Hard as it might be to believe now, Howard Cruse also started out in the closet.

I like Howard Cruse's work a lot. I first read his BAREFOOTZ and other series in short segments in ALIEN ENCOUNTERS, ECLIPSE magazine, ANYTHING GOES, COMMIES FROM MARS, SNARF, BIZARRE SEX and a few other titles. But the BAREFOOTZ comic that collected a lot of these shorter stories presented something of an awakening for Cruse.

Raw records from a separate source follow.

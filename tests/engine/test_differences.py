"""Settings that hold lists and mappings, in words."""

import pytest

from skykiln.engine.differences import setting_reasons

SMALL, LARGE = {"name": "small", "pixels": "rgb9e5"}, {"name": "large", "pixels": "rgba16f"}


@pytest.mark.parametrize(
    ("before", "after", "told"),
    [
        ([SMALL], [SMALL, LARGE], ["packs: large is new"]),
        ([SMALL, LARGE], [LARGE], ["packs: small is gone"]),
        ([], [LARGE], ["packs: large is new"]),
        ([SMALL], [{**SMALL, "pixels": "half"}], ["packs: small: pixels was rgb9e5, is half"]),
        ({"hour": 13}, {"hour": 14, "day": 1}, ["packs: day is new", "packs: hour was 13, is 14"]),
        ({"a": {"b": [1, 2]}}, {"a": {"b": [1, 3]}}, ["packs: a: b was [1, 2], is [1, 3]"]),
        ([1.0, 2.0], [1.0], ["packs was [1, 2], is [1]"]),
        (None, {"a": 1}, ['packs was null, is {"a": 1}']),
    ],
)
def test_lists_and_mappings_are_told_by_what_differs_in_them(before, after, told):
    assert list(setting_reasons({"packs": before}, {"packs": after})) == told
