"""Shares of the work: waves for Luigi, lots for small targets."""

from hypothesis import given
from hypothesis import strategies as st

from skykiln.engine.lots import form_lots
from skykiln.engine.waves import PENDING, waves_of


@given(st.lists(st.integers(1, 400), max_size=60))
def test_waves_hold_every_task_once_in_order_and_stay_small(sizes):
    waves = waves_of(list(enumerate(sizes)))
    assert [task for wave in waves for task in wave] == list(range(len(sizes)))
    for wave in waves:
        assert sum(sizes[task] for task in wave) <= PENDING or len(wave) == 1


@given(st.lists(st.floats(0.001, 10), max_size=60), st.floats(0.1, 20))
def test_lots_hold_every_item_once_in_order_and_end_with_the_item_that_fills_them(seconds, longest):
    lots = form_lots(range(len(seconds)), seconds, longest)
    assert [item for lot in lots for item in lot] == list(range(len(seconds)))
    for lot in lots:
        assert sum(seconds[item] for item in lot[:-1]) < longest


def test_engine_scheduler_takes_back_a_task_at_once_and_gives_up_after_one_failure():
    """Luigi's own settings would swallow a second run within ten seconds, and retry for ever."""
    from skykiln.engine.waves import _Sound

    scheduler = _Sound().create_local_scheduler()
    assert scheduler._config.stable_done_cooldown_secs == 0
    assert scheduler._config.retry_count == 1
    assert _Sound().create_worker(scheduler, 1)._config.check_complete_on_run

From Comixjoint, a site devoted to underground comics:


http://www.comixjoint.com/barefootzfunnies.html

 Quote:
Cruse's Barefootz debuted in the University of Alabama's student newspaper in 1971, where it ran for a year, and later appeared in several alternative tabloids in Birmingham. Denis Kitchen gave Barefootz wider exposure when he published several stories in Snarf (it also appeared in Commies from Mars #1). Barefootz also became a regular feature in Comix Book [a rather odd magazine-size anthology from Marvel, Marvel's brief 5-issue dance on the edge of underground comics publishing], which soon led to the debut of Barefootz Funnies, the printing of which Cruse and his friends funded through a limited partnership called Woofnwarp Productions. Kitchen Sink then managed the production and distribution of the books. [BAREFOOTZ FUNNIES 1 was published in 1975, collecting mostly earlier strips.]

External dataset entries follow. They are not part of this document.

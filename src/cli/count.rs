//! `fewest count`.

use super::{Outcome, Search, code, notes};
use crate::audit::Knowledge;
use crate::clock::Span;
use crate::desk::{Desk, Settled};
use crate::text::clean;
use crate::words::{self, Progress};
use serde::Serialize;
use std::collections::{BTreeMap, BTreeSet, HashMap};
use std::fmt::Write;
use std::path::Path;

/// The object of `count --json`.
#[derive(Serialize)]
struct Report<'a> {
    title: &'a str,
    requests: usize,
    pieces: usize,
    resources: Option<usize>,
    state: &'static str,
    in_use: usize,
    floor: usize,
    clique: usize,
    floor_by: &'static str,
    days: Vec<Day>,
    peaks: Vec<PeakOut<'a>>,
    placements: BTreeMap<&'a str, &'a str>,
    unplaced: Vec<UnplacedOut<'a>>,
    unplaced_weight: u64,
    unplaced_floor: u64,
    /// Pieces elsewhere than in the plan handed out, else the one saved; absent without one.
    #[serde(skip_serializing_if = "Option::is_none")]
    relocated: Option<usize>,
    #[serde(skip_serializing_if = "Option::is_none")]
    relocated_floor: Option<usize>,
    clashes: Vec<ClashOut<'a>>,
    seconds: f64,
}

#[derive(Serialize)]
struct Day {
    date: String,
    in_use: usize,
    clique: usize,
}

#[derive(Serialize)]
struct PeakOut<'a> {
    from: String,
    to: String,
    pieces: Vec<&'a str>,
}

#[derive(Serialize)]
struct UnplacedOut<'a> {
    piece: &'a str,
    because: String,
}

#[derive(Serialize)]
struct ClashOut<'a> {
    person: &'a str,
    pieces: [&'a str; 2],
}

pub(super) fn count(file: &Path, json: bool, search: Search) -> Outcome {
    let mut desk = match Desk::open(file) {
        Ok(desk) => desk,
        Err(trouble) => return Outcome::bad(trouble),
    };
    let unsaved = super::unsaved(&mut desk, search.unsaved);
    let settled = match search.run(desk.job()) {
        Ok(settled) => settled,
        Err(outcome) => return outcome,
    };
    let report = report(&settled);
    let out = if json {
        match serde_json::to_string(&report) {
            Ok(text) => text + "\n",
            Err(error) => return Outcome::fault(error),
        }
    } else {
        text(&settled, &report)
    };
    Outcome {
        out,
        err: unsaved + &notes(&desk, file),
        code: exit_code(&settled),
    }
}

/// The exit code that an answer calls for.
pub(super) fn exit_code(settled: &Settled) -> u8 {
    match settled.receipt().knowledge() {
        _ if settled.receipt().unplaced() > 0 => code::IMPOSSIBLE,
        Knowledge::Impossible { .. } => code::IMPOSSIBLE,
        Knowledge::Between { .. } => code::OPEN,
        Knowledge::Proved(_) => 0,
    }
}

fn report(settled: &Settled) -> Report<'_> {
    let (survey, receipt, answer) = (settled.survey(), settled.receipt(), settled.answer());
    let timetable = &survey.timetable;
    let zone = timetable.settings.zone;
    let resources = timetable.resources();
    let peaks = survey.load.peaks();
    // One pass over the pieces by start serves every peak in turn.
    let mut by_start: Vec<(usize, Span)> = survey.cores.clone();
    by_start.sort_by_key(|(_, span)| span.start);
    let mut running: Vec<(usize, Span)> = Vec::new();
    let mut next = 0;
    let peaks = peaks.iter().map(|peak| {
        while let Some((at, span)) = by_start
            .get(next)
            .filter(|(_, span)| span.start <= peak.span.start)
        {
            running.push((*at, *span));
            next += 1;
        }
        running.retain(|(_, span)| span.end > peak.span.start);
        let mut pieces: Vec<usize> = running.iter().map(|(at, _)| *at).collect();
        pieces.sort_unstable();
        PeakOut {
            from: zone.rfc3339(peak.span.start),
            to: zone.rfc3339(peak.span.end),
            pieces: pieces.iter().map(|at| &*survey.pieces[*at].id).collect(),
        }
    });
    Report {
        title: &timetable.settings.title,
        requests: timetable
            .requests
            .iter()
            .filter(|request| !request.withdrawn)
            .count(),
        pieces: survey.cores.len(),
        resources: (!resources.open_ended).then_some(resources.all.len()),
        state: words::state_name(receipt.knowledge()),
        in_use: receipt.in_use(),
        floor: receipt.floor(),
        clique: settled.clique(),
        floor_by: answer.floor.name(),
        days: days(settled),
        peaks: peaks.collect(),
        placements: answer
            .plan
            .placements
            .iter()
            .map(|p| (&*p.piece, &*p.resource))
            .collect(),
        unplaced: answer
            .plan
            .unplaced
            .iter()
            .map(|u| UnplacedOut {
                piece: &u.piece,
                because: words::unplaced(timetable, u),
            })
            .collect(),
        unplaced_weight: receipt.unplaced_weight(),
        unplaced_floor: receipt.unplaced_floor(),
        relocated: receipt.changes().map(|changes| changes.relocated()),
        relocated_floor: receipt.changes().map(|changes| changes.floor()),
        clashes: survey
            .clashes
            .iter()
            .map(|c| ClashOut {
                person: &c.person,
                pieces: [&c.first, &c.second],
            })
            .collect(),
        seconds: answer.seconds,
    }
}

/// Every date on which something runs (least buffers included), with its distinct resources
/// and its largest load.
fn days(settled: &Settled) -> Vec<Day> {
    let survey = settled.survey();
    let zone = survey.timetable.settings.zone;
    let placed: HashMap<&str, &str> = settled
        .answer()
        .plan
        .placements
        .iter()
        .map(|p| (&*p.piece, &*p.resource))
        .collect();
    let mut used: BTreeMap<chrono::NaiveDate, BTreeSet<&str>> = BTreeMap::new();
    for (at, span) in &survey.cores {
        for date in zone.dates(*span) {
            let resources = used.entry(date).or_default();
            resources.extend(placed.get(&*survey.pieces[*at].id));
        }
    }
    used.into_iter()
        .map(|(date, resources)| Day {
            date: date.to_string(),
            in_use: resources.len(),
            clique: survey.load.most_within(zone.day(date)),
        })
        .collect()
}

/// Lines of the day table; longer timetables are cut.
const MOST_DAYS: usize = 31;

fn text(settled: &Settled, report: &Report<'_>) -> String {
    let survey = settled.survey();
    let settings = &survey.timetable.settings;
    let noun = &settings.noun;
    let (resources, zone) = (survey.timetable.resources().all.len(), settings.zone);
    let mut out = format!("{}\n", clean(report.title));
    let state = words::state(settled.receipt(), resources, noun, Progress::AtRest);
    let _ = writeln!(out, "{state}");
    if let Some(changes) = words::changes(settled.answer(), settled.receipt(), noun) {
        let _ = writeln!(out, "{changes}");
    }
    let _ = writeln!(out, "{}", words::peaks(report.clique, &survey.load, zone));
    if let Some(peak) = report.peaks.first() {
        let _ = writeln!(
            out,
            "  they all overlap then: {}",
            words::list(&peak.pieces, 12)
        );
    }
    let names = settled.answer().floor.pieces();
    let names: Vec<&str> = names.iter().map(|id| &**id).collect();
    let one = clean(&noun.one);
    let ground = match report.floor_by {
        "incompatible" => Some(format!(
            "no two of these can share a {one}, by time or by what they may use"
        )),
        "prices" => Some(format!(
            "even if every {one} takes what suits it best, fewer cannot take all of these"
        )),
        "cases" => Some("every way to do with fewer fails at these".into()),
        _ => None,
    };
    if let Some(ground) = ground {
        let list = words::list(&names, 12);
        let _ = writeln!(out, "at least {}: {ground}: {list}", report.floor);
    }
    let _ = writeln!(out, "\n{:<10}  {:>6}  {:>6}", "day", "in use", "clique");
    for day in report.days.iter().take(MOST_DAYS) {
        let _ = writeln!(
            out,
            "{:<10}  {:>6}  {:>6}",
            day.date, day.in_use, day.clique
        );
    }
    if report.days.len() > MOST_DAYS {
        let _ = writeln!(out, "and {} more days", report.days.len() - MOST_DAYS);
    }
    for unplaced in &report.unplaced {
        let _ = writeln!(out, "unplaced: {}: {}", unplaced.piece, unplaced.because);
    }
    for clash in report.clashes.iter().take(20) {
        let _ = writeln!(
            out,
            "clash: {} is in {} and {}",
            clean(clash.person),
            clash.pieces[0],
            clash.pieces[1]
        );
    }
    if report.clashes.len() > 20 {
        let _ = writeln!(out, "and {} more clashes", report.clashes.len() - 20);
    }
    out
}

Barefootz Funnies took an interesting journey from 1975 to 1979. When Barefootz debuted as a comic character in 1971, Cruse was still in the closet about being gay. Cruse later admitted the character was not the most representative of his own personality, since Barefootz wasn't gay.
But in Barefootz #2 [1976], Cruse revealed that Barefootz's artist buddy Headrack was gay. This type of revelation ran counter to Barefootz's reputation as being too cutesy to be part of the underground comic revolution. Cruse's publicly emerging sexual orientation in real life was leading him to become more bold in his comics, which created ambivalence about the cartoony style and nature of the Barefootz character. Cruse began to ponder abandoning the character, and even considered murdering Barefootz in a comic book, a la Crumb's Fritz the Cat, thus enabling Cruse to re-create the characters in Barefootz Funnies as more realistic-looking people.

Instead, Cruse finished the series with one final issue, which featured the cathartic "Barefootz Variations," a story that summed up his mixed feelings about Barefootz and about cartooning itself. Barefootz Funnies #3 [December 1979] allowed Cruse to bid farewell to his first original comic character and move on to comics that meant more to him, his fan base and the critics who had complained so loudly about his cutesy cartoon style.

Barefootz Funnies rarely makes the list of any underground comic fan's favorite comic books, but it was certainly a fascinating account of one comic creator's evolution in real life.